- [What is being asked] When a line of the listing below has the string "glib" in it, copy that line.

- [Source material]

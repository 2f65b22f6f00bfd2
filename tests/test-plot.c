/* test-plot.c: chart primitives, the flight plot renderer, hit-testing and export
 *
 * SPDX-License-Identifier: GPL-3.0-or-later
 */
#include "aw-config.h"

#include <locale.h>
#include <math.h>
#include <string.h>
#include <glib.h>
#include <glib/gstdio.h>
#include <gio/gio.h>

#include "aw-chart.h"
#include "aw-plot.h"
#include "aw-units.h"

/* ---- helpers ---- */

static const char *
out_dir (void)
{
  const char *dir = g_getenv ("G_TEST_BUILDDIR");

  return dir ? dir : g_get_tmp_dir ();
}

/* A straight-line "flight" from (0, z0) to (x_end, z1), n samples. */
static AwSample *
line_samples (size_t n,
              double x_end,
              double z0,
              double z1,
              double drift_end)
{
  AwSample *s = g_new0 (AwSample, n);

  for (size_t i = 0; i < n; i++)
    {
      double u = (double) i / (n - 1);

      s[i].x = u * x_end;
      s[i].z = z0 + u * (z1 - z0);
      s[i].y = u * drift_end;
      s[i].t = u * 1.0;
      s[i].speed = 90.0 - 30.0 * u;
      s[i].energy = 0.5 * 0.0002 * s[i].speed * s[i].speed;
      s[i].spin = 5000.0 - 1000.0 * u;
    }
  return s;
}

typedef struct
{
  guint8 r, g, b;
} Px;

static Px
pixel_at (cairo_surface_t *surface,
          int              x,
          int              y)
{
  unsigned char *data = cairo_image_surface_get_data (surface);
  int stride = cairo_image_surface_get_stride (surface);
  guint32 v = *(guint32 *) (data + y * stride + x * 4);   /* opaque ARGB32, native endian */
  Px p = { (v >> 16) & 0xff, (v >> 8) & 0xff, v & 0xff };

  return p;
}

/* Colour c (straight alpha) composited over an opaque background, in 8-bit units. */
static Px
composite (const AwRgba *c,
           const AwRgba *bg)
{
  Px p;

  p.r = (guint8) lround ((c->r * c->a + bg->r * (1 - c->a)) * 255);
  p.g = (guint8) lround ((c->g * c->a + bg->g * (1 - c->a)) * 255);
  p.b = (guint8) lround ((c->b * c->a + bg->b * (1 - c->a)) * 255);
  return p;
}

static gboolean
px_near (Px  a,
         Px  b,
         int tol)
{
  return ABS ((int) a.r - b.r) <= tol && ABS ((int) a.g - b.g) <= tol
         && ABS ((int) a.b - b.b) <= tol;
}

static char *
read_file (const char *path,
           gsize      *len)
{
  char *contents = NULL;
  GError *error = NULL;

  g_file_get_contents (path, &contents, len, &error);
  g_assert_no_error (error);
  return contents;
}

/* ---- ticks ---- */

/* The 1-2-5 "nice number" rule for axis labels (P. S. Heckbert, "Nice numbers for graph labels",
 * Graphics Gems, 1990): step = {1, 2, 5} × 10^k closest (on a log scale) to range / target. The
 * expected values are worked by hand from that rule. */
static void
test_nice_ticks (void)
{
  static const struct
  {
    double lo, hi;
    int target;
    double start, step;
    int count, decimals;
  } cases[] = {
    { 0, 100, 5, 0, 20, 6, 0 },          /* rough 20 → 2 × 10 */
    { 0, 1, 5, 0, 0.2, 6, 1 },           /* rough 0.2 → 2 × 0.1 */
    { 0, 10, 4, 0, 2, 6, 0 },            /* rough 2.5 < √10 → 2 */
    { 0, 7, 2, 0, 5, 2, 0 },             /* rough 3.5 ≥ √10 → 5 */
    { 0, 93, 10, 0, 10, 10, 0 },         /* rough 9.3 ≥ √50 → 10 */
    { 0, 13, 10, 0, 1, 14, 0 },          /* rough 1.3 < √2 → 1 */
    { -1.3, 2.7, 8, -1.0, 0.5, 8, 1 },   /* rough 0.5 → 5 × 0.1, first tick inside */
    { 0, 0.013, 3, 0, 0.005, 3, 3 },     /* rough 0.0043 → 5 × 0.001 */
    { 100, 0, 5, 0, 20, 6, 0 },          /* reversed range */
    { 5, 5, 4, 4.6, 0.2, 5, 1 },         /* empty range widened to 4.5 … 5.5 */
    { -0.35, 1.95, 6, 0, 0.5, 4, 1 },    /* rough 0.38 ≥ √10 × 0.1 → 5 × 0.1; −0.5 is below lo */
  };

  for (guint i = 0; i < G_N_ELEMENTS (cases); i++)
    {
      AwTicks t;

      g_test_message ("case %u: [%g, %g] target %d", i, cases[i].lo, cases[i].hi,
                      cases[i].target);
      g_assert_true (aw_chart_nice_ticks (cases[i].lo, cases[i].hi, cases[i].target, &t));
      g_assert_cmpfloat_with_epsilon (t.step, cases[i].step, 1e-12 * cases[i].step);
      g_assert_cmpfloat_with_epsilon (t.start, cases[i].start, 1e-9);
      g_assert_cmpint (t.count, ==, cases[i].count);
      g_assert_cmpint (t.decimals, ==, cases[i].decimals);
    }
}

/* Properties over many ranges: the mantissa is 1, 2 or 5; ticks lie inside the range; there are
 * about `target` intervals (the nearest step on a log scale is within a factor √(5/2) ≈ 1.58 of
 * the rough step, hence count − 1 is within target / 1.6 … target × 1.6, ±1 for the ends). */
static void
test_nice_ticks_properties (void)
{
  GRand *rand = g_rand_new_with_seed (1234);
  AwTicks t;

  for (int i = 0; i < 2000; i++)
    {
      double lo = g_rand_double_range (rand, -1000, 1000)
                  * pow (10, g_rand_int_range (rand, -4, 3));
      double hi = lo + g_rand_double_range (rand, 1e-3, 2000)
                       * pow (10, g_rand_int_range (rand, -3, 2));
      int target = g_rand_int_range (rand, 2, 12);
      double mant;

      g_assert_true (aw_chart_nice_ticks (lo, hi, target, &t));
      mant = t.step / pow (10, floor (log10 (t.step) + 1e-12));
      g_assert_true (fabs (mant - 1) < 1e-9 || fabs (mant - 2) < 1e-9 || fabs (mant - 5) < 1e-9
                     || fabs (mant - 10) < 1e-9);
      g_assert_cmpfloat (aw_chart_tick_value (&t, 0), >=, lo - t.step * 1e-6);
      g_assert_cmpfloat (aw_chart_tick_value (&t, t.count - 1), <=, hi + t.step * 1e-6);
      g_assert_cmpfloat (aw_chart_tick_value (&t, 0) - t.step, <, lo);
      g_assert_cmpfloat (aw_chart_tick_value (&t, t.count - 1) + t.step, >, hi);
      g_assert_cmpfloat (t.count - 1, <=, target * 1.6 + 1);
      g_assert_cmpfloat (t.count + 1, >=, target / 1.6 - 1);
    }
  g_rand_free (rand);

  g_assert_false (aw_chart_nice_ticks (NAN, 1, 5, &t));
  g_assert_cmpint (t.count, ==, 0);
  g_assert_false (aw_chart_nice_ticks (0, INFINITY, 5, &t));
  g_assert_false (aw_chart_nice_ticks (0, 1, 0, &t));
}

- [Response area]
#include <glib.h>
#include <glib/gstdio.h>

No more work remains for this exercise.